Live Performance Show #6
Season 1 Episode 21

The X Factor

Live Performance Show #6
Season 1 Episode 21
Dave Holmes breathed the very same smoke that the final X Factor contestants danced amidst. Photo: FOX

I was there.

Thanks to the show’s PR people, I got to go and see The X Factor in person! Listen, I’ve been in television for a while, and I am accustomed by now to how much smaller things are in real life. But the set is SO SMALL. It’s like a medium-size high school auditorium. But oh, the stars! As I checked in, I saw “CLIVE DAVIS +1” on the PA’s audience list. Isn’t CLIVE DAVIS +1 an unnecessary thing to have on a clipboard? Isn’t that like having “inhale” on your to-do list? Anyway, on my way to my seat, I saw reserved seats for Camille Grammer and Jill Zarin, who I understand are Real Housewives! I feel like I should add more celebrities, so I’m going to make some up: Genie Francis! Kerri Strug! Sinbad! You name them, you would have difficulty proving they weren’t there.

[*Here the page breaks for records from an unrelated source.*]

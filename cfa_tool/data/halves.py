"""Random halves saved in a file (explore --split, replicate --data, with --halves-file) and one of them read back.

The halves file is the one record of which rows went to which half: one line per row split, ``row,half,seed,
data_file,data_sha256,sheet_read`` (the row's number as the data file numbers them, data.moments.row_numbers; the
half's name; the seed that drew the halves; the data file's name and the SHA-256 of its bytes; the sheet of a workbook
that was read, data.readers.sheet_read, empty for another file).  Files written before s15 have ``sheet`` in its
place, the sheet asked for (empty when none was), and are read back as they were.  The halves are drawn by one rule
(:func:`draw_halves`), so the seed and the rows split say which half each row is in, and a file whose halves are not
those is refused (edited by hand, or of another seed).  Halves drawn by cluster within strata (replicate --data
--cluster/--strata, :func:`draw_cluster_halves`) add four columns, ``cluster_column,cluster,strata_column,stratum``
(the columns and each row's labels as read), by which they are drawn again to check them, and which must be those the
run reading a half finds in the data.  A half of it is analysed by choosing it among the row
selections (``--half FILE.csv NAME``, ``keep=[RandomHalf('FILE.csv', 'NAME')]``): the rows are read from the data
file itself, never from a copy, and the halves file is checked against that file first: the same contents (the
checksum) and sheet, and the same rows split (the rows the data file holds after the row filters are those the
halves file lists, no more and no fewer), else a refusal that says which.  Halves drawn from the rows with an
answer to every model variable (replicate --data with --incomplete-rows listwise) leave out the rows with gaps: read
back with the model's items, they are those rows when the run leaves rows with gaps out too, and refused, naming the
handling of rows with gaps, when it keeps them: one rule for every workflow that fits the rows it reads (fit, compare,
invariance, align, bootstrap, cutoffs, scores, replicate: pipeline.inputs.keeps_rows_with_gaps, every handling but
listwise keeps them), whose notes then say the rows with gaps were left out before the split."""

from __future__ import annotations

import csv
import io
from dataclasses import dataclass
from pathlib import Path

import numpy as np
import pandas as pd

from cfa_tool.data.file_checksum import fingerprint
from cfa_tool.data.csv_convention import PLAIN, CsvConvention
from cfa_tool.data.kept_rows import KEPT_BY, row_naming, rows_listed
from cfa_tool.data.moments import row_numbers
from cfa_tool.numbers import count_text, counted, word_list
from cfa_tool.data.readers import sheet_read
from cfa_tool.errors import DataError, OptionError, printable
from cfa_tool.note_parts import Command, Note, Text
from cfa_tool.options import Interface, Option, interface, shell_word, taken_by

That the energy in the room never flags is thanks to indefatigable warm-up comic Bill Sindelar, who shouted so much I went and bought myself some lozenges immediately after the show was over. It’s not an easy job, this; you get the sense that he has one of those bombs from Speed attached to his midsection, and if there is a moment that doesn’t sound like a soccer riot, he will explode. But the crowd loves him. They also really do bring their own homemade signs, my favorite of which says simply “Chris Rene: Yay.”

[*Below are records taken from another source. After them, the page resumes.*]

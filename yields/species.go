package yields

import (
	"errors"
	"fmt"
	"strings"
)

// ErrSpecies marks an invalid choice of tracked species: an unknown
// element symbol, an element named twice, an empty set, more elements than
// a release has room for, or an element a model has no yields for.
var ErrSpecies = errors.New("invalid species set")

// Element is a chemical element, by atomic number (1 for hydrogen to 118
// for oganesson). The zero Element is not an element.
type Element uint8

// elementSymbols are the IUPAC symbols of the elements by atomic number
// (IUPAC periodic table of the elements, 2016 names of elements 113, 115,
// 117 and 118; common knowledge).
var elementSymbols = [...]string{"",
	"H", "He", "Li", "Be", "B", "C", "N", "O", "F", "Ne",
	"Na", "Mg", "Al", "Si", "P", "S", "Cl", "Ar", "K", "Ca",
	"Sc", "Ti", "V", "Cr", "Mn", "Fe", "Co", "Ni", "Cu", "Zn",
	"Ga", "Ge", "As", "Se", "Br", "Kr", "Rb", "Sr", "Y", "Zr",
	"Nb", "Mo", "Tc", "Ru", "Rh", "Pd", "Ag", "Cd", "In", "Sn",
	"Sb", "Te", "I", "Xe", "Cs", "Ba", "La", "Ce", "Pr", "Nd",
	"Pm", "Sm", "Eu", "Gd", "Tb", "Dy", "Ho", "Er", "Tm", "Yb",
	"Lu", "Hf", "Ta", "W", "Re", "Os", "Ir", "Pt", "Au", "Hg",
	"Tl", "Pb", "Bi", "Po", "At", "Rn", "Fr", "Ra", "Ac", "Th",
	"Pa", "U", "Np", "Pu", "Am", "Cm", "Bk", "Cf", "Es", "Fm",
	"Md", "No", "Lr", "Rf", "Db", "Sg", "Bh", "Hs", "Mt", "Ds",
	"Rg", "Cn", "Nh", "Fl", "Mc", "Lv", "Ts", "Og",
}

// NumElements is the number of known elements (the highest atomic number).
const NumElements = 118

// Symbol is the element's chemical symbol ("Fe"), or "?" for a number
// that is not an element.
func (e Element) Symbol() string {
	if e == 0 || int(e) > NumElements {
		return "?"
	}
	return elementSymbols[e]
}

// Valid reports whether e is an element (atomic number 1 to 118).
func (e Element) Valid() bool { return e >= 1 && int(e) <= NumElements }

// ParseElement reads a chemical symbol. Letter case is ignored ("fe", "FE"
// and "Fe" are iron: no two symbols differ only in case). An unknown
// symbol is an error wrapping ErrSpecies.
func ParseElement(symbol string) (Element, error) {
	s := strings.TrimSpace(symbol)
	for z := 1; z <= NumElements; z++ {
		if strings.EqualFold(elementSymbols[z], s) {
			return Element(z), nil
		}
	}
	return 0, fmt.Errorf("yields: %q is not a chemical symbol: %w", symbol, ErrSpecies)
}

// Elements of the default species set, by atomic number.
const (
	ElementHydrogen  Element = 1
	ElementHelium    Element = 2
	ElementCarbon    Element = 6
	ElementNitrogen  Element = 7
	ElementOxygen    Element = 8
	ElementNeon      Element = 10
	ElementMagnesium Element = 12
	ElementSilicon   Element = 14
	ElementSulfur    Element = 16
	ElementCalcium   Element = 20
	ElementIron      Element = 26
)

// MaxElements is the most elements a species set holds: every release has
// room for the total metals plus this many single elements, so that
// releases and deposits are fixed-size values that hot loops copy without
// allocating.
const MaxElements = int(NumSpecies) - 1

// SpeciesSet is the user's choice of tracked species: total metals
// (always, in slot Metals) and up to MaxElements single elements, in the
// user's order, in slots 1, 2, .... Every release, deposit and gas
// species column of a simulation is laid out by one set: slot s of an
// Abundances holds the species set.Element(s).
//
// The zero value is DefaultSpeciesSet. A SpeciesSet is a small comparable
// value; its methods allocate nothing except Symbols and String.
type SpeciesSet struct {
	n     uint8
	elems [MaxElements]Element
}

// defaultElements are the elements of DefaultSpeciesSet, in its order.
var defaultElements = [MaxElements]Element{
	ElementHydrogen, ElementHelium, ElementCarbon, ElementNitrogen, ElementOxygen, ElementNeon,
	ElementMagnesium, ElementSilicon, ElementSulfur, ElementCalcium, ElementIron,
}

// DefaultSpeciesSet is H, He, C, N, O, Ne, Mg, Si, S, Ca and Fe: the
// elements that dominate the radiative cooling of gas with solar-like
// abundances, the set Wiersma, Schaye & Smith (2009, MNRAS 393, 99; from
// memory) chose for element-by-element cooling. Its slots are the
// constants Hydrogen ... Iron.
func DefaultSpeciesSet() SpeciesSet { return SpeciesSet{n: uint8(MaxElements), elems: defaultElements} }

// NewSpeciesSet makes a set of the given elements, in order. It is an
// error wrapping ErrSpecies to give none, more than MaxElements, an
// invalid element, or one twice.
func NewSpeciesSet(elements ...Element) (SpeciesSet, error) {
	var s SpeciesSet
	if len(elements) == 0 {
		return s, fmt.Errorf("yields: species set: no elements: %w", ErrSpecies)
	}
	if len(elements) > MaxElements {
		return s, fmt.Errorf("yields: species set: %d elements, at most %d fit beside the total metals: %w",
			len(elements), MaxElements, ErrSpecies)
	}
	for i, e := range elements {
		if !e.Valid() {
			return SpeciesSet{}, fmt.Errorf("yields: species set: atomic number %d is not an element: %w", e, ErrSpecies)
		}
		for _, f := range elements[:i] {
			if f == e {
				return SpeciesSet{}, fmt.Errorf("yields: species set: %s named twice: %w", e.Symbol(), ErrSpecies)
			}
		}
		s.elems[i] = e
	}
	s.n = uint8(len(elements))
	if s == DefaultSpeciesSet() {
		return SpeciesSet{}, nil // one representation of the default
	}
	return s, nil
}

// ParseSpeciesSet reads a comma-separated list of chemical symbols
// ("H, He, O, Fe"; case ignored) into a set, in the order given. Total
// metals are always tracked and not listed ("Z" is refused). Errors wrap
// ErrSpecies and name the offending entry.
func ParseSpeciesSet(list string) (SpeciesSet, error) {
	var elems []Element
	for _, f := range strings.Split(list, ",") {
		f = strings.TrimSpace(f)
		if f == "" {
			if strings.TrimSpace(list) == "" {
				break
			}
			return SpeciesSet{}, fmt.Errorf("yields: species list %q has an empty entry: %w", list, ErrSpecies)
		}
		if strings.EqualFold(f, Metals.Symbol()) {
			return SpeciesSet{}, fmt.Errorf("yields: species list %q: the total metals (%s) are always tracked; list elements only: %w",
				list, Metals.Symbol(), ErrSpecies)
		}
		e, err := ParseElement(f)
		if err != nil {
			return SpeciesSet{}, fmt.Errorf("yields: species list %q: %q is not a chemical symbol: %w", list, f, ErrSpecies)
		}
		elems = append(elems, e)
	}
	return NewSpeciesSet(elems...)
}

// resolved maps the zero value to the default set.
func (s SpeciesSet) resolved() SpeciesSet {
	if s.n == 0 {
		return DefaultSpeciesSet()
	}
	return s
}

// Len is the number of single elements in the set.
func (s SpeciesSet) Len() int { return int(s.resolved().n) }

// Slots is the number of slots the set uses: the total metals plus its
// elements. Slots at and past Slots() of an Abundances are unused (zero).
func (s SpeciesSet) Slots() int { return 1 + s.Len() }

// Element returns the element in slot sp, false for the metals slot or a
// slot the set does not use.
func (s SpeciesSet) Element(sp Species) (Element, bool) {
	r := s.resolved()
	if sp < 1 || int(sp) > int(r.n) {
		return 0, false
	}
	return r.elems[sp-1], true
}

// Slot returns the slot of element e, false if the set does not track it.
func (s SpeciesSet) Slot(e Element) (Species, bool) {
	r := s.resolved()
	for i := 0; i < int(r.n); i++ {
		if r.elems[i] == e {
			return Species(i + 1), true
		}
	}
	return 0, false
}

// Has reports whether the set tracks element e.
func (s SpeciesSet) Has(e Element) bool {
	_, ok := s.Slot(e)
	return ok
}

// Symbol names slot sp: "Z" for the total metals, the element's symbol
// for an element slot, "?" for an unused slot.
func (s SpeciesSet) Symbol(sp Species) string {
	if sp == Metals {
		return Metals.Symbol()
	}
	if e, ok := s.Element(sp); ok {
		return e.Symbol()
	}
	return "?"
}

// Elements lists the set's elements in slot order.
func (s SpeciesSet) Elements() []Element {
	r := s.resolved()
	return append([]Element(nil), r.elems[:r.n]...)
}

// Symbols lists the symbols of every slot in use, "Z" first.
func (s SpeciesSet) Symbols() []string {
	out := make([]string, s.Slots())
	for i := range out {
		out[i] = s.Symbol(Species(i))
	}
	return out
}

// String is the comma-separated element list ParseSpeciesSet reads.
func (s SpeciesSet) String() string {
	return strings.Join(s.Symbols()[1:], ",")
}

// IsDefault reports whether s is DefaultSpeciesSet.
func (s SpeciesSet) IsDefault() bool { return s.resolved() == DefaultSpeciesSet() }

// Restate copies the amounts a, laid out by set from, into the layout of
// set to: each element of to takes its amount from from's slot for the
// same element, the total metals carry over, and slots to does not use are
// zero. An element of to that from lacks is reported, with false.
func Restate(a *Abundances, from, to SpeciesSet) (out Abundances, missing Element, ok bool) {
	out[Metals] = a[Metals]
	t := to.resolved()
	for i := 0; i < int(t.n); i++ {
		sp, found := from.Slot(t.elems[i])
		if !found {
			return Abundances{}, t.elems[i], false
		}
		out[i+1] = a[sp]
	}
	return out, 0, true
}

// restateFill is Restate with elements from lacks set to zero.
func restateFill(a *Abundances, from, to SpeciesSet) (out Abundances) {
	out[Metals] = a[Metals]
	t := to.resolved()
	for i := 0; i < int(t.n); i++ {
		if sp, found := from.Slot(t.elems[i]); found {
			out[i+1] = a[sp]
		}
	}
	return out
}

Today’s top hits are played — LOUD — to pump the crowd up. “Dynamite!” “Yeah!” “Yeah x3!” Other songs that employ affirmatives and exclamation points in the titles! The family of four to my right sings along with every word, which is only upsetting when Katy Perry’s “E.T.” comes on. Have you ever been very close to an 11-year-old boy while he belts out “infect me with your love and fill me with your poison”? I do not recommend it.

Steve Jones, who has apparently been onstage the whole time, introduces the judges. Paula and Nicole wear glittery, complicated shoes that they do not remove in favor of slippers when they’re behind the judges’ table like I would. Simon alone addresses the crowd: “Just remember the rules: There are no rules.” Which, you know, fine, but we have already passed through three security checkpoints and two metal detectors and have surrendered our cell phones. Incidentally, have you been without your cell phone for 90 minutes recently? It’s awful.

You know who never acknowledges the live audience even one time? Steve Jones! Barely a wave in our direction. Brother can wear a suit, though, so all is forgiven. And he does inform us that it’s DANCE HITS NIGHT! The top five will perform dance hits, accompanied by two beautiful D.J.’s whose turntables are almost certainly not connected to anything.

First up: Melanie Amaro, who is on accent No. 3 and counting. I believe she is now from the Philippines. Her dance hit is Adele’s club banger “Someone Like You” which is … what? That’s a cheat and we all know it. Her pace and phrasing are still straight ballad; they’ve just added a lazy house beat to it. Phooey! She does well, of course, but all the robot backup dancers in the world can’t make me want to hear this song another time. The crowd loves it. (When you’re there in person, “The crowd loves it,” like “Clive Davis +1,” totally goes without saying. Warm-Up Bill has given the crowd clear instructions to love it, whatever “it” might be.) Melanie goes off again about how much she wants to win and how happy she is and then she cooks some plantains or whatever.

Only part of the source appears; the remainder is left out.